Reproduce, exactly and in full, only the lines below from the one containing "string; name: string" through the one containing "next step of".
(DATASET RECORDS begins)
/**
 * "My plants": a page of one scope's plants with their stage and next step, read from each plant's
 * stored plan (plan_steps and its milestones) through `planSummary`, the same rule the nursery's
 * table keeps on the plant row; nothing is re-planned per request. Lists with filters, sorting
 * and counts over the stored stage and next step are the nursery table's (src/lib/server/plant-table).
 */
import { isPlantStage, stageLabel, type IsoDate, type StepKind } from '../../care';
import { planSummary } from '../../plants/summary';
import { groupBy } from '../../group';
import type { AnyDb } from '../secrets';
import { plantFilters, plantsRepository, type PlantListRow, type PlantScope } from './repository';

export type { PlantScope };

/** Staff and the owner see every plant; a gardener only their own. */
export const scopeFor = (user: { id: number; role: string }): PlantScope => (user.role === 'gardener' ? { kind: 'gardener', gardenerId: user.id } : { kind: 'all' });

export interface PlantsDeps {
	db: AnyDb;
}

export interface PlantStatus {
	/** Plain words for where the plant is; null when it is not planted (or not claimed) yet. */
	stage: { id: string; label: string } | null;
	/** The first step still ahead (today or later, not already logged). */
	nextStep: { kind: StepKind; title: string; on: IsoDate; generation: number } | null;
}

export interface PlantView extends PlantStatus {
	id: number;
	saleId: number | null;
	cultivar: { slug: string; name: string };
	soldOn: string;
	claimed: boolean;
	plantedOn: string | null;
	climate: string | null;
	units: 'metric' | 'imperial' | null;
	/** Only in the nursery's view (scope "all"): who claimed it. */
	gardener?: { id: number; name: string } | null;
}

type StoredStep = Awaited<ReturnType<ReturnType<typeof plantsRepository>['storedSteps']>>[number];
type StoredMilestone = Awaited<ReturnType<ReturnType<typeof plantsRepository>['milestonesOf']>>[number];

/** Stage and next step of one plant from its stored steps and milestones, as of `today`. */
export function statusFromStored(plantedOn: IsoDate | null, steps: StoredStep[], logged: StoredMilestone[], today: IsoDate): PlantStatus {
	if (!plantedOn || steps.length === 0) return { stage: null, nextStep: null };
	const summary = planSummary(steps, logged, today);
	const next = summary.nextStepOn ? steps.find((s) => s.likely === summary.nextStepOn && s.kind === summary.nextStepKind) : undefined;
	return {
		// Before the planting day there is no stage yet: the page says it is waiting to be planted.
		stage: plantedOn > today || !isPlantStage(summary.stage) ? null : { id: summary.stage, label: stageLabel(summary.stage) },
		nextStep: next ? { kind: next.kind as StepKind, title: next.title, on: next.likely, generation: next.generation } : null
	};
}

export function createPlantsService({ db }: PlantsDeps) {
	const repo = plantsRepository(db);

	async function views(rows: PlantListRow[], scope: PlantScope, today: string): Promise<PlantView[]> {
		const ids = rows.map((r) => r.id);
		const [steps, logged] = await Promise.all([repo.storedSteps(ids), repo.milestonesOf(ids)]);
		// Grouped once: a page of plants is one pass over its steps, not one pass per plant.
		const stepsOf = groupBy(steps, (s) => s.plantId);
		const loggedOf = groupBy(logged, (m) => m.plantId);
		return rows.map((r) => ({
			id: r.id,
			saleId: r.saleId,
			cultivar: { slug: r.cultivarSlug, name: r.cultivarName },
			soldOn: r.soldOn,
			claimed: r.claimedAt !== null,
			plantedOn: r.plantedOn,
			climate: r.customMonthlyMeanC ? 'own monthly means' : r.climateName,
			units: r.units,
			...statusFromStored(
				r.plantedOn,
				stepsOf.get(r.id) ?? [],
				loggedOf.get(r.id) ?? [],
				today
			),
			...(scope.kind === 'all' ? { gardener: r.gardenerId !== null ? { id: r.gardenerId, name: r.gardenerName ?? '' } : null } : {})
		}));
	}

	return {
		/**
		 * A page of plants in a scope with their status, for "My plants". The nursery's table and
		 * the API list through the plant table's service instead (filters, sort, stored stages).
		 */
		async page(scope: PlantScope, query: { page: number; size: number }, today: string) {
			const where = plantFilters(scope);
			const total = await repo.count(where);
			// A page past the end shows the last page rather than an empty list.
			const page = Math.min(query.page, Math.max(1, Math.ceil(total / query.size)));
			const rows = await repo.page(where, query.size, (page - 1) * query.size);
			return { plants: await views(rows, scope, today), total, page, size: query.size };
		}
	};
}

export type PlantsService = ReturnType<typeof createPlantsService>;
(DATASET RECORDS ends)
» SOLUTION TO THIS TASK
	cultivar: { slug: string; name: string };
	soldOn: string;
	claimed: boolean;
	plantedOn: string | null;
	climate: string | null;
	units: 'metric' | 'imperial' | null;
	/** Only in the nursery's view (scope "all"): who claimed it. */
	gardener?: { id: number; name: string } | null;
}

type StoredStep = Awaited<ReturnType<ReturnType<typeof plantsRepository>['storedSteps']>>[number];
type StoredMilestone = Awaited<ReturnType<ReturnType<typeof plantsRepository>['milestonesOf']>>[number];

/** Stage and next step of one plant from its stored steps and milestones, as of `today`. */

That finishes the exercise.